How many of the lines below have "float" in them? Say the number and nothing more.
-=-=-
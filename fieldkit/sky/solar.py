"""Solar activity indices: F10.7 radio flux and the smoothed sunspot number R12.

References
----------
.. [1] ITU-R P.371-8 (1999), "Choice of indices for long-term ionospheric predictions":
   ``Phi12 = 63.7 + 0.728 R12 + 0.00089 R12^2`` (from memory). IRI-2020 (irisub.for) and PyIRI's
   ``R12_2_F107`` use the same relation with 63.75.
"""

from __future__ import annotations

import math

P371_A = 63.7  # sfu; ITU-R P.371-8 (from memory)
P371_B = 0.728  # sfu per sunspot; ITU-R P.371-8
P371_C = 0.00089  # sfu per sunspot^2; ITU-R P.371-8


def f107_from_sunspot(*, sunspot_number: float) -> float:
    """F10.7 [sfu] from the 12-month smoothed sunspot number R12 (ITU-R P.371-8)."""
    r = sunspot_number
    return P371_A + P371_B * r + P371_C * r * r


def sunspot_from_f107(*, f107: float) -> float:
    """R12 from F10.7 [sfu]: the positive root of the ITU-R P.371-8 relation (0 below 63.7 sfu)."""
    c = P371_A - f107
    disc = P371_B * P371_B - 4.0 * P371_C * c
    return max((-P371_B + math.sqrt(disc)) / (2.0 * P371_C), 0.0)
-=-=-
#### [TASK RESPONSE]
2